On Sola Fide, moral failure does not put acceptance or justification in peril.  Instead, moral failure triggers a renewal of faith in Jesus and obedience to him.  This also seems to lead the Sola Fide view to appreciate a deeper aspect of sin, in that it alienates one from God.

The purpose of the gospel is not primarily to overcome conscious failure, but to recognize God’s love and forgiveness in Christ.  

So the doctrine of Sola Fide has important subjective and objective features.  Forgiveness is not conditional on sola fide, an objective feature.  This leads to important psychological effects.

The stance of someone who loves in order to be accepted is much different than one who loves God because he has been forgiven much.  And so the 'spiritual theology' arising from these two sorts of cases is likely to be very different as well.

These words declare that salvation does not come from looking at our own works of righteousness, but from looking outside ourselves to another, to the person and work of Jesus Christ.

Indeed, sola fide is vital because it reminds us of the grace of the gospel, testifying that our salvation—our standing and acceptance before God—is entirely from God. Human works cannot accomplish divine salvation. Thus sola fide ascribes all the glory to God, so that no one will boast in man (1 Cor. 1:31).
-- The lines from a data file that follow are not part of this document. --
/**
 * What validate reports. A finding is data, not an exception: the editor lists them beside
 * the table and highlights the cells.
 */

export type Severity = 'error' | 'warning'

export type RuleId =
  | 'axis-size'
  | 'axis-order'
  | 'axis-range'
  | 'shape'
  | 'not-finite'
  | 'pedal-monotonic'
  | 'regen-negative'
  | 'motor-envelope'
  | 'charge-power'
  | 'discharge-power'
  | 'envelope-between'
  | 'steep-step'

export interface Finding {
  severity: Severity
  rule: RuleId
  /** Row (pedal breakpoint) index, 0-based, when the finding concerns a row or a cell. */
  row?: number
  /** Column (speed breakpoint) index, 0-based, when the finding concerns a column or a cell. */
  col?: number
  /** Human sentence naming the cell, e.g. "at 40 % pedal, 20 km/h: 2,400 N·m exceeds …". */
  message: string
}

/** One line per rule, for the UI legend and the docs; severities are those validate uses. */
export const VALIDATION_RULES: Readonly<Record<RuleId, { severity: Severity | 'error (drive) / warning (regen)'; needsLimits: boolean; summary: string }>> = {
  'axis-size': { severity: 'error', needsLimits: false, summary: 'each axis has 2 to 64 breakpoints' },
  'axis-order': { severity: 'error', needsLimits: false, summary: 'breakpoints strictly increasing' },
  'axis-range': { severity: 'error', needsLimits: false, summary: 'pedal breakpoints within 0–100 %, speed breakpoints ≥ 0 km/h' },
  shape: { severity: 'error', needsLimits: false, summary: 'one row per pedal breakpoint, one value per speed breakpoint' },
  'not-finite': { severity: 'error', needsLimits: false, summary: 'no NaN, infinite or non-number value or breakpoint' },
  'pedal-monotonic': { severity: 'error (drive) / warning (regen)', needsLimits: false, summary: 'torque never falls as the pedal rises at a given speed' },
  'regen-negative': { severity: 'error', needsLimits: false, summary: 'regen braking torque ≥ 0' },
  'motor-envelope': { severity: 'error', needsLimits: true, summary: '|torque| ≤ min(peak torque, peak power ÷ shaft speed); 0 beyond the motor speed limit' },
  'charge-power': { severity: 'error', needsLimits: true, summary: 'braking torque × shaft speed ≤ battery charge power (losses not credited)' },
  'discharge-power': { severity: 'warning', needsLimits: true, summary: 'drive torque × shaft speed ≤ battery discharge power' },
  'envelope-between': { severity: 'warning', needsLimits: true, summary: 'interpolated torque between speed breakpoints stays within the envelope and charge limit' },
  'steep-step': { severity: 'warning', needsLimits: true, summary: 'neighbouring cells differ by at most maxStepNm (default 25 % of peak torque)' },
}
It reminds us that everything we have is a gift

Faith is an instrumental cause of salvation:  We are saved by Christ’s merit through the instrument of a perceiving faith.  Still, faith is a virtue; but is not on account of this virtue that we are saved, but on the account of Christ’s merit - nor is this virtue a product of our own work, but given to us by God.
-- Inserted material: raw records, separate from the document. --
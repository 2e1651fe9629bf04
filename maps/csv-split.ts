/**
 * Line and cell splitting for CSV files as spreadsheets write them: `,` or `;` delimiter,
 * optional double quotes ("" inside quotes is a quote), CRLF/LF/CR line ends, a UTF-8 BOM.
 */
import { MapFormatError } from './errors'

export interface CsvLine {
  /** 1-based line number in the file. */
  line: number
  cells: string[]
}

/**
 * The delimiter used by the header line: the more frequent of `;` and `,` outside quotes
 * (`;` files from locales with a decimal comma still have more `;` than `,` in the header).
 * @example detectDelimiter('pedal;0;12,5;20') // ';'
 */
export function detectDelimiter(header: string): ',' | ';' {
  const bare = header.replace(/"[^"]*"/g, '')
  const semi = bare.split(';').length - 1
  const comma = bare.split(',').length - 1
  return semi > comma ? ';' : ','
}

function splitCells(text: string, delimiter: string, line: number): string[] {
  const cells: string[] = []
  let cell = ''
  let quoted = false
  for (let i = 0; i < text.length; i++) {
    const ch = text[i]
    if (quoted) {
      if (ch === '"' && text[i + 1] === '"') {
        cell += '"'
        i++
      } else if (ch === '"') quoted = false
      else cell += ch
    } else if (ch === '"' && cell.trim() === '') {
      quoted = true
      cell = ''
    } else if (ch === delimiter) {
      cells.push(cell)
      cell = ''
    } else cell += ch
  }
  if (quoted) throw new MapFormatError('bad-quote', 'a quoted cell is not closed', line, cells.length + 1)
  cells.push(cell)
  return cells
}

/**
 * Non-empty lines split into cells, with their line numbers. Trailing blank lines are dropped;
 * a blank line before the end is refused (it usually means two tables were pasted together).
 * @example splitCsv('a,b\r\n1,2\r\n').lines // [{ line: 1, cells: ['a', 'b'] }, { line: 2, cells: ['1', '2'] }]
 */
export function splitCsv(text: string): { delimiter: ',' | ';'; lines: CsvLine[] } {
  const body = text.charCodeAt(0) === 0xfeff ? text.slice(1) : text
  const raw = body.split(/\r\n|\n|\r/)
  while (raw.length > 0 && raw[raw.length - 1].trim() === '') raw.pop()
  if (raw.length === 0) throw new MapFormatError('empty-file', 'the file is empty', 1, 1)
  const delimiter = detectDelimiter(raw[0])
  const lines = raw.map((t, i) => {
    if (t.trim() === '') throw new MapFormatError('empty-line', 'the line is empty; a map is one block of rows', i + 1, 1)
    return { line: i + 1, cells: splitCells(t, delimiter, i + 1) }
  })
  return { delimiter, lines }
}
Ursinus: That not only all our merits, but that even faith itself may be excluded from that which is received by faith; so that when we say, we are justified by faith only, the sense is, that it is not by meriting, but only by receiving; as when it is said, This beggar is enriched only by receiving alms, all works and merits are excluded therefrom, yea, even the very acceptance of alms, in as far as it is viewed as a merit. It is for this reason, that Paul always says, that we are justified by faith, and through faith, as by an instrument; and never on account of faith, as the Papists will have it, who indeed admit both forms of expression, as if faith might be the application of Christ’s righteousness, and be also at the same time a certain work, or merit, by which we are counted worthy of being declared righteous, which is directly opposed to the very nature of faith. For if we were justified on account of our faith, then faith would no longer be the acceptance of the righteousness of another, but it would be the merit, and cause of our own righteousness; neither would it receive the satisfaction of another, for it would no longer stand in need of it.